§ Your assignment
Starting at the line containing "assert background.requeue_stale_tasks(older_than_s=0.0) == 1" and ending at the line containing "assert (answer.status_code, answer.content)", print every line of the material below exactly, both ends included, and stop there.

§ Data
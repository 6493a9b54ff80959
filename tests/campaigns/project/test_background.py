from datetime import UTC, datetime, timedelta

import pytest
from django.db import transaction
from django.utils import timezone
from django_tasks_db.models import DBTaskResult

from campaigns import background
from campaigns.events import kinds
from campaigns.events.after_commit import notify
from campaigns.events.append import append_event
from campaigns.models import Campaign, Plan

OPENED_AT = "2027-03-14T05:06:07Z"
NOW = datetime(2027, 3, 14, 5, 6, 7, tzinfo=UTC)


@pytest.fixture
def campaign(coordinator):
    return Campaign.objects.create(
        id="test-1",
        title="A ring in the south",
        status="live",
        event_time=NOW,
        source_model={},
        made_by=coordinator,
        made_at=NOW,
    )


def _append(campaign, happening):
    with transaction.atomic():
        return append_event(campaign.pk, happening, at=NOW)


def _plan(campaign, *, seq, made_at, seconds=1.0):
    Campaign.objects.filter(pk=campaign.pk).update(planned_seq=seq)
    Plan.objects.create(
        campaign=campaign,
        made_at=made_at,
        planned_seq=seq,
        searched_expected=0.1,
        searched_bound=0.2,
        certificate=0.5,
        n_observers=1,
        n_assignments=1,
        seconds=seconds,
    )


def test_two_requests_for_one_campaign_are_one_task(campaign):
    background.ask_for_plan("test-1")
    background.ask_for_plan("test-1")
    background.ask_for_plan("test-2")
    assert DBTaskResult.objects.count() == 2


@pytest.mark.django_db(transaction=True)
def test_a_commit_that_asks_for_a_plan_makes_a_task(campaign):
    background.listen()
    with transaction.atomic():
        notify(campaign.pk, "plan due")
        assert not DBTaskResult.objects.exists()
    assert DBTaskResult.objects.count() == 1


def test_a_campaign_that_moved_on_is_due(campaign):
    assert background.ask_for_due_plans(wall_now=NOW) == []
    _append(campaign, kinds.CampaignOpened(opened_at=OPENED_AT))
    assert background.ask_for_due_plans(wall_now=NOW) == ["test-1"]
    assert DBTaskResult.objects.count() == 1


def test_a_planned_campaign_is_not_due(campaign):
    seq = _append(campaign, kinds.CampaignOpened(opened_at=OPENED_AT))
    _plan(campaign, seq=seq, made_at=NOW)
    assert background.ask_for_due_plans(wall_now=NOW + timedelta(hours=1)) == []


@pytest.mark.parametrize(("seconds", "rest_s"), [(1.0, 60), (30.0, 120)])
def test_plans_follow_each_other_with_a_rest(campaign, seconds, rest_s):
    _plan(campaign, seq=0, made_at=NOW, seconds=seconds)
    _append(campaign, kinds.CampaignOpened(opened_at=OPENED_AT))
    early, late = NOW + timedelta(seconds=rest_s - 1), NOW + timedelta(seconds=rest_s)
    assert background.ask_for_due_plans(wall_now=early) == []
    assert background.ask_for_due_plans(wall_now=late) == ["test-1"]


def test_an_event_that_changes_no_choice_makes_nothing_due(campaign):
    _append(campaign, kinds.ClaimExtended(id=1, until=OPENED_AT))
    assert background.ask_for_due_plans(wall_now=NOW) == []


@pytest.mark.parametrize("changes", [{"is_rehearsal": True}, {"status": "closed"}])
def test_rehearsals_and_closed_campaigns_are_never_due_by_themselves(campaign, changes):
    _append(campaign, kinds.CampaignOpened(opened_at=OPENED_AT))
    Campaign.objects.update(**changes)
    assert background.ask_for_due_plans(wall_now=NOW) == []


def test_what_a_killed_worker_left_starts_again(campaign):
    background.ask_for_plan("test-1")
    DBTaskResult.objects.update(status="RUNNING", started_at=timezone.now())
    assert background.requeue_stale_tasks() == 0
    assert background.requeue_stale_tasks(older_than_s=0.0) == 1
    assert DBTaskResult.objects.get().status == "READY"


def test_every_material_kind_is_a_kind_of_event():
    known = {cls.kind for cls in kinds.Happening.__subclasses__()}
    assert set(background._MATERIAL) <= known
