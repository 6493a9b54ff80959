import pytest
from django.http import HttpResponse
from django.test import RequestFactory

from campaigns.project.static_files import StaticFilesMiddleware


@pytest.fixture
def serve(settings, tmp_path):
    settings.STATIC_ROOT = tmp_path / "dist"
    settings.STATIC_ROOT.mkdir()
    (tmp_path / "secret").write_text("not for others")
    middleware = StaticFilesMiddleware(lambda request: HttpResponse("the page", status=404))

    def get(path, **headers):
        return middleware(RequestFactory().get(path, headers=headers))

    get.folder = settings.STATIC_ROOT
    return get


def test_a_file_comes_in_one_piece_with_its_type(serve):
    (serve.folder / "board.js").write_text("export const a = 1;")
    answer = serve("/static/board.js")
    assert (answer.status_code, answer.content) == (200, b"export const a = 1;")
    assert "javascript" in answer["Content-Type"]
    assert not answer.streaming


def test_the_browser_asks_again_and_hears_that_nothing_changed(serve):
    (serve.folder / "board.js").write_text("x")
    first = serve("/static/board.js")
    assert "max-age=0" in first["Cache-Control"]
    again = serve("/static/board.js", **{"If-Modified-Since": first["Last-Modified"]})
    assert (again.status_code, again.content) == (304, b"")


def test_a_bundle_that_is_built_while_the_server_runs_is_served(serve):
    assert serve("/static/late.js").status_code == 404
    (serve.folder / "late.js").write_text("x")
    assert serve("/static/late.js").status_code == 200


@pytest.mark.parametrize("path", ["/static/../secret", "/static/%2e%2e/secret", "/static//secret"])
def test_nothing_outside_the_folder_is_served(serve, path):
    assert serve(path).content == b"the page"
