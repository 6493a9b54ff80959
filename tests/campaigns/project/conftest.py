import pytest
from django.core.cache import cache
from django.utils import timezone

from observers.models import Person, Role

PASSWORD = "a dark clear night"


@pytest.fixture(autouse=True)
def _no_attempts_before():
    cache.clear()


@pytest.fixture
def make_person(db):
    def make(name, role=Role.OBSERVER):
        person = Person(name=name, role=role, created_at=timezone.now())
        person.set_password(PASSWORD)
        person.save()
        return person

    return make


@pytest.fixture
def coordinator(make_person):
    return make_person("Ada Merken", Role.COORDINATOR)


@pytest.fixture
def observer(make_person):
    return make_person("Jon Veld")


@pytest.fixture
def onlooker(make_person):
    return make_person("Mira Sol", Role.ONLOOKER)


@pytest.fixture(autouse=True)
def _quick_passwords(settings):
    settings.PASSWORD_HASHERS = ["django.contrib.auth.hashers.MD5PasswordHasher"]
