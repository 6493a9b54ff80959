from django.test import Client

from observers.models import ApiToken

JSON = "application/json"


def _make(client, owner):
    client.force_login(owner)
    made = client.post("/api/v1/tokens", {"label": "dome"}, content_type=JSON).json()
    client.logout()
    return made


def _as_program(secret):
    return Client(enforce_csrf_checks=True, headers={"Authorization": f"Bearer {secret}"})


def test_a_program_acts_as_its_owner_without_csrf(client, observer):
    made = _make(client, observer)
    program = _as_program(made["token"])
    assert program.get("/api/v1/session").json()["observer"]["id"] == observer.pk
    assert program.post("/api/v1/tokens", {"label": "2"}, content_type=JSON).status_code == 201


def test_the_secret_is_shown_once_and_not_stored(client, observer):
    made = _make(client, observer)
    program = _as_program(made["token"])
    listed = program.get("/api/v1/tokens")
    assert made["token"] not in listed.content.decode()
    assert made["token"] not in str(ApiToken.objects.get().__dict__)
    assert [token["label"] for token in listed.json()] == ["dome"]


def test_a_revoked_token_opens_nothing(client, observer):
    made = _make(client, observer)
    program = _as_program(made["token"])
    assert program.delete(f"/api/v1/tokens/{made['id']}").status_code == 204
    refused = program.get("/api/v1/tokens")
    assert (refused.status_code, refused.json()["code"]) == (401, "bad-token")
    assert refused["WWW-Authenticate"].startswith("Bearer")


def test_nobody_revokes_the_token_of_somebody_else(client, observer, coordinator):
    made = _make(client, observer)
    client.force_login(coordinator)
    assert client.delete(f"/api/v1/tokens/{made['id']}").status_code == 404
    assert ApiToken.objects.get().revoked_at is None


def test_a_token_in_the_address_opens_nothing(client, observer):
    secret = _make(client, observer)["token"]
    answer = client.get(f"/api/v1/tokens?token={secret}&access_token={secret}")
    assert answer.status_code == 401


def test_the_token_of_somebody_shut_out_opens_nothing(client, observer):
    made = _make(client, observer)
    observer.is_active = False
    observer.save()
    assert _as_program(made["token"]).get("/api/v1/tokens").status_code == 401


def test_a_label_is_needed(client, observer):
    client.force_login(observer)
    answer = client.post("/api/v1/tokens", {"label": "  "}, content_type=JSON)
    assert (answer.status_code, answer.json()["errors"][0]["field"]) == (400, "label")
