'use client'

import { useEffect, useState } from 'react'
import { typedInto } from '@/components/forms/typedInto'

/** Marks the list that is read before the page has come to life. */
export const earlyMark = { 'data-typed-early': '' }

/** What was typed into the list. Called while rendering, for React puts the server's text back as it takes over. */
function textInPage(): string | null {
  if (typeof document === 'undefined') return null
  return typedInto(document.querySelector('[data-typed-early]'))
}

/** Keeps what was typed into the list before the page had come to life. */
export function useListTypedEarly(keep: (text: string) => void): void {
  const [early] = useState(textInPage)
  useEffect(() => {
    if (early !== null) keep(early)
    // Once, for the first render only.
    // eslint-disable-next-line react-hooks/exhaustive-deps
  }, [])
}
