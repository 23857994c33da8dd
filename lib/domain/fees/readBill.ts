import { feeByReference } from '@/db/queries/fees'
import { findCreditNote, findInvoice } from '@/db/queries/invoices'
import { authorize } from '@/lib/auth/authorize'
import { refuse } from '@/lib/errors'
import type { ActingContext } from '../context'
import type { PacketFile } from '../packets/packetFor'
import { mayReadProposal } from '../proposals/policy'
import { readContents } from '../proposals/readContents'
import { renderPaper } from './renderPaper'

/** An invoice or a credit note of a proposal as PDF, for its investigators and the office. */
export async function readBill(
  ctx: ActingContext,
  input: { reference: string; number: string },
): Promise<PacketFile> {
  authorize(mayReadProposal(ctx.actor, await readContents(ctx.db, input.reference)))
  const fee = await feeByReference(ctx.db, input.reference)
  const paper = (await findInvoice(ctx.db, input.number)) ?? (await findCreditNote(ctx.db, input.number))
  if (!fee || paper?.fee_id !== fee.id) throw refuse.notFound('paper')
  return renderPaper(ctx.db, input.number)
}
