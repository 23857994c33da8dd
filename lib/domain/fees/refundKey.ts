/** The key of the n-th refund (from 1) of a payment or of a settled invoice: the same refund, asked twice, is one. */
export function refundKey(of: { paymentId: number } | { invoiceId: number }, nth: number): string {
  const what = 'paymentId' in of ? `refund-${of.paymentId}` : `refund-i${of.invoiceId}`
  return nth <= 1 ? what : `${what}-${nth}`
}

§ Response area
    assert background.requeue_stale_tasks(older_than_s=0.0) == 1
    assert DBTaskResult.objects.get().status == "READY"


def test_every_material_kind_is_a_kind_of_event():
    known = {cls.kind for cls in kinds.Happening.__subclasses__()}
    assert set(background._MATERIAL) <= known
repository 6493a9b54ff80959
import pytest
from django.http import HttpResponse
from django.test import RequestFactory

from campaigns.project.static_files import StaticFilesMiddleware


@pytest.fixture
def serve(settings, tmp_path):
    settings.STATIC_ROOT = tmp_path / "dist"
    settings.STATIC_ROOT.mkdir()
    (tmp_path / "secret").write_text("not for others")
    middleware = StaticFilesMiddleware(lambda request: HttpResponse("the page", status=404))

    def get(path, **headers):
        return middleware(RequestFactory().get(path, headers=headers))

    get.folder = settings.STATIC_ROOT
    return get


def test_a_file_comes_in_one_piece_with_its_type(serve):
    (serve.folder / "board.js").write_text("export const a = 1;")
    answer = serve("/static/board.js")
    assert (answer.status_code, answer.content) == (200, b"export const a = 1;")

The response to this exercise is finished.